Always understood inverters converted dc to ac ?


----------



## Nesting Zombie (Feb 28, 2017)

LOL LOL LOL, OH MY WORD !,

Inverted Inverters, Converted Converters, 12v-19v-230v. AC-DC & we haven't even got on to Pure  Sinewave or Modified Sinewave yet !.

Just out of interest DG, How have you been coping with your Laptop Charging up to Now !, Could you maybe just buy a 2nd Laptop Battery ?.


----------



## sparrks (Feb 28, 2017)

alcam said:


> Always understood inverters converted dc to ac ?



A poor form of ac  For more info


----------



## jagmanx (Feb 28, 2017)

*Yes Indeed*



sparrks said:


> A poor form of ac  For more info



It may well cause a laptop power supply (240V AC to 19V DC) to fail !

So I read this as another thumbs up for a GOOD 12V DC to 19V DC device !


----------



## Admin (Feb 28, 2017)

I think it is important for readers to understand that there is a lot of personal opinions in this thread.

The 12v power socket is used by the World's largest companies in their vehicles and in their products. These products under go testing to ensure that they are safe for long term use. If they were not fit for purpose, then they would not use them.

The main problem is when people use cheap versions of these sockets to power high loads of over 10Amps, like inverters.

Good quality sockets from companies like CBE, installed correctly, will handle the 120w that they are generally rated at. They will do this 24 hours a day. If they could not, then they would not be selling them.

It is important to ensure that the plug is clean and inserted correctly into the socket.


----------



## QFour (Feb 28, 2017)

alwaysared said:


> This plug and socket



It's just a CHEAP Chinese version of the Hella Plug and Socket ..


----------



## trevskoda (Feb 28, 2017)

harrow said:


> NO the supply to *your van laptop charger* is 12 volts, and in your case is increased to 19 volts, so is in effect is an inverter itself.:wave::wave::wave:



It is in deed but uses very little current/amps,so a cigy socket will be ok with this but not for the big inverters which must be wired direct to battery via a fuse.


----------



## trevskoda (Feb 28, 2017)

harrow said:


> NO the supply to your *van laptop charger *is 12 volts, and in your case is increased to 19 volts, so is in effect is an inverter itself.
> 
> Not the home mains charger.


A small jump without any convesion and a lot less power used.


----------



## Deleted member 9849 (Feb 28, 2017)

This is the CBE socket I have fitted which is good quality and doesn't overheat when supplying the laptop with a dc/dc converter(12v-19v)for prolonged periods


----------



## QFour (Feb 28, 2017)

delicagirl said:


> Because when i bought the van and knew nothing i was conned and overcharged by charlatans and moneymakers  who convinced me these were the things i  needed .....   this forum and its wealth of advice has been a dogsend  to me   oops  !!!    godsend
> 
> Well  some very interesting thoughts  here.   the reason i need a laptop is that i write and am a touch typist and need a proper keyboard.
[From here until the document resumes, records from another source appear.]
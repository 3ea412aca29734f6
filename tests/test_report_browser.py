"""report.html rendered by headless Chromium from file://: every image loads, the verdict is
visible, no console errors, no content-security-policy violation, no request leaves the page, no
sideways scrolling on a phone-sized screen; the 3D view draws the model as pyrender draws the same
model.glb from the same camera, its surface switch changes the picture; the printed PDF's first
page is the summary (read back with pypdf).

Chromium is driven over the DevTools protocol on `--remote-debugging-pipe` (file descriptors 3 and
4, NUL-terminated JSON messages: Chrome DevTools Protocol documentation), stdlib only. WebGL runs
on SwiftShader, Chromium's CPU renderer. The screenshots are kept in test-artifacts/ for people to
look at.
"""

from __future__ import annotations

import base64
import io
import json
import math
import os
import select
import shutil
import subprocess
import tempfile
import time
from pathlib import Path

import numpy as np
import pytest
from PIL import Image

from featuretex.report.verdicts import describe
from test_report_fixtures import ARTIFACTS

# Debian's chromium-headless-shell renders like chromium and makes no background requests
BROWSER = shutil.which("chromium-headless-shell") or shutil.which("chromium")
FLAGS = ["--headless", "--no-sandbox", "--use-angle=swiftshader", "--enable-unsafe-swiftshader",
         "--disable-quic", "--no-first-run",
         "--disable-background-networking", "--disable-component-update", "--disable-sync",
         "--disable-default-apps", "--mute-audio", "--remote-debugging-pipe"]

pytestmark = pytest.mark.skipif(BROWSER is None, reason="no chromium (apt-get install chromium)")


class Browser:
    """A headless Chromium with one page, spoken to over the DevTools pipe."""

    def __init__(self, profile: Path):
        to_child_r, self._w = os.pipe()
        self._r, from_child_w = os.pipe()

        def fds() -> None:  # the protocol pipe must sit on fds 3 (commands in) and 4 (replies out)
            a, b = os.dup(to_child_r), os.dup(from_child_w)   # above 4, so neither dup2 clobbers the other
            os.dup2(a, 3)
            os.dup2(b, 4)

        # pass_fds=(3, 4): subprocess closes every other descriptor after preexec_fn has run
        self.proc = subprocess.Popen([BROWSER, *FLAGS, f"--user-data-dir={profile}", "about:blank"],
                                     pass_fds=(3, 4), preexec_fn=fds,
                                     stdout=subprocess.DEVNULL, stderr=subprocess.DEVNULL)
        os.close(to_child_r)
        os.close(from_child_w)
        self._buf = b""
        self._id = 0
        self.events: list[dict] = []
        target = self.call("Target.createTarget", url="about:blank")["targetId"]
        self.session = self.call("Target.attachToTarget", targetId=target, flatten=True)["sessionId"]
        for domain in ("Page", "Runtime", "Log", "Network"):
            self.call(f"{domain}.enable", session=True)
        # record every content-security-policy violation the page reports (this script is the
        # browser's own, outside the page's policy)
        self.call("Page.addScriptToEvaluateOnNewDocument", session=True, source=CSP_WATCH)

    def _read(self, deadline: float) -> dict:
        while b"\0" not in self._buf:
            left = deadline - time.monotonic()
            if left <= 0 or not select.select([self._r], [], [], left)[0]:
                raise TimeoutError("no reply from chromium")
            chunk = os.read(self._r, 1 << 16)
            if not chunk:
                raise RuntimeError("chromium closed the DevTools pipe")
            self._buf += chunk
        msg, self._buf = self._buf.split(b"\0", 1)
        return json.loads(msg)

    def call(self, method: str, session: bool = False, timeout: float = 60.0, **params) -> dict:
        self._id += 1
        msg = {"id": self._id, "method": method, "params": params}
        if session:
            msg["sessionId"] = self.session
        os.write(self._w, json.dumps(msg).encode() + b"\0")
        deadline = time.monotonic() + timeout
        while True:
            reply = self._read(deadline)
            if reply.get("id") == self._id:
                if "error" in reply:
                    raise RuntimeError(f"{method}: {reply['error']}")
                return reply.get("result", {})
            self.events.append(reply)

    def wait_event(self, method: str, timeout: float = 60.0) -> dict:
        deadline = time.monotonic() + timeout
        for ev in self.events:
            if ev.get("method") == method:
                return ev
        while True:
            ev = self._read(deadline)
            self.events.append(ev)
            if ev.get("method") == method:
                return ev

    def evaluate(self, expression: str):
        r = self.call("Runtime.evaluate", session=True, expression=expression, returnByValue=True,
                      awaitPromise=True)
        if "exceptionDetails" in r:
            raise RuntimeError(f"page script failed: {r['exceptionDetails']}")
        return r["result"].get("value")

    def load(self, url: str, width: int, height: int, mobile: bool, scale: float) -> None:
        self.call("Emulation.setDeviceMetricsOverride", session=True, width=width, height=height,
                  deviceScaleFactor=scale, mobile=mobile)
        # from a blank page: a new address that differs only after '#' would not load the page again
        for address in ("about:blank", url):
            self.events = [e for e in self.events if e.get("method") != "Page.loadEventFired"]
            self.call("Page.navigate", session=True, url=address)
            self.wait_event("Page.loadEventFired")

    def screenshot(self, path: Path | None = None, clip: dict | None = None) -> np.ndarray:
        """A PNG of the whole page (or of `clip`, CSS pixels of the page), saved to `path`; its pixels."""
        whole = clip is None      # the whole page is laid out at full height; a clip is taken as shown
        clip = clip or {**self._page_size(), "x": 0, "y": 0}
        r = self.call("Page.captureScreenshot", session=True, format="png", captureBeyondViewport=whole,
                      clip={**clip, "scale": 1})
        data = base64.b64decode(r["data"])
        if path is not None:
            path.write_bytes(data)
        with Image.open(io.BytesIO(data)) as im:
            return np.asarray(im.convert("RGB"))

    def _page_size(self) -> dict:
        m = self.call("Page.getLayoutMetrics", session=True)["cssContentSize"]
        return {"width": m["width"], "height": m["height"]}

    def close(self) -> None:
        try:
            self.call("Browser.close", timeout=10)
        except Exception:
            pass
        try:
            self.proc.wait(timeout=10)
        except subprocess.TimeoutExpired:
            self.proc.kill()
        os.close(self._w)
        os.close(self._r)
So 10" Tablet with a bluetooth keyboard ( Large as you like ) .. No reason why you have to have a PC. My IMac uses a bluetooth keyboard .. Perhaps you should visit PC World and give the keyboards a bashing .. You can even back everything up to an external hard drive via USB .. Tablet will run off 12v socket using a USB Adaptor ..

..


----------



## sparrks (Feb 28, 2017)

QFour said:


> So 10" Tablet with a bluetooth keyboard ( Large as you like ) .. No reason why you have to have a PC. My IMac uses a bluetooth keyboard .. Perhaps you should visit PC World and give the keyboards a bashing .. You can even back everything up to an external hard drive via USB .. Tablet will run off 12v socket using a USB Adaptor ..
> 
> ..



lot cheaper to buy a 12v power charger


----------



## jagmanx (Feb 28, 2017)

*I do not think so ! but just My  preference*



QFour said:


> So 10" Tablet with a bluetooth keyboard .. No reason why you have to have a PC. You can even back everything up to an external hard drive via USB .. Tablet will run off 12v socket using a USB Adaptor ..



A proper keyboard and screen are best for prolonged typing etc.

I have a 10 in Tablet and keyboard but I find for some work.. The laptop ( 13in HP Stream) is so much better.
It charges very quickly off a !2V to 19V charger.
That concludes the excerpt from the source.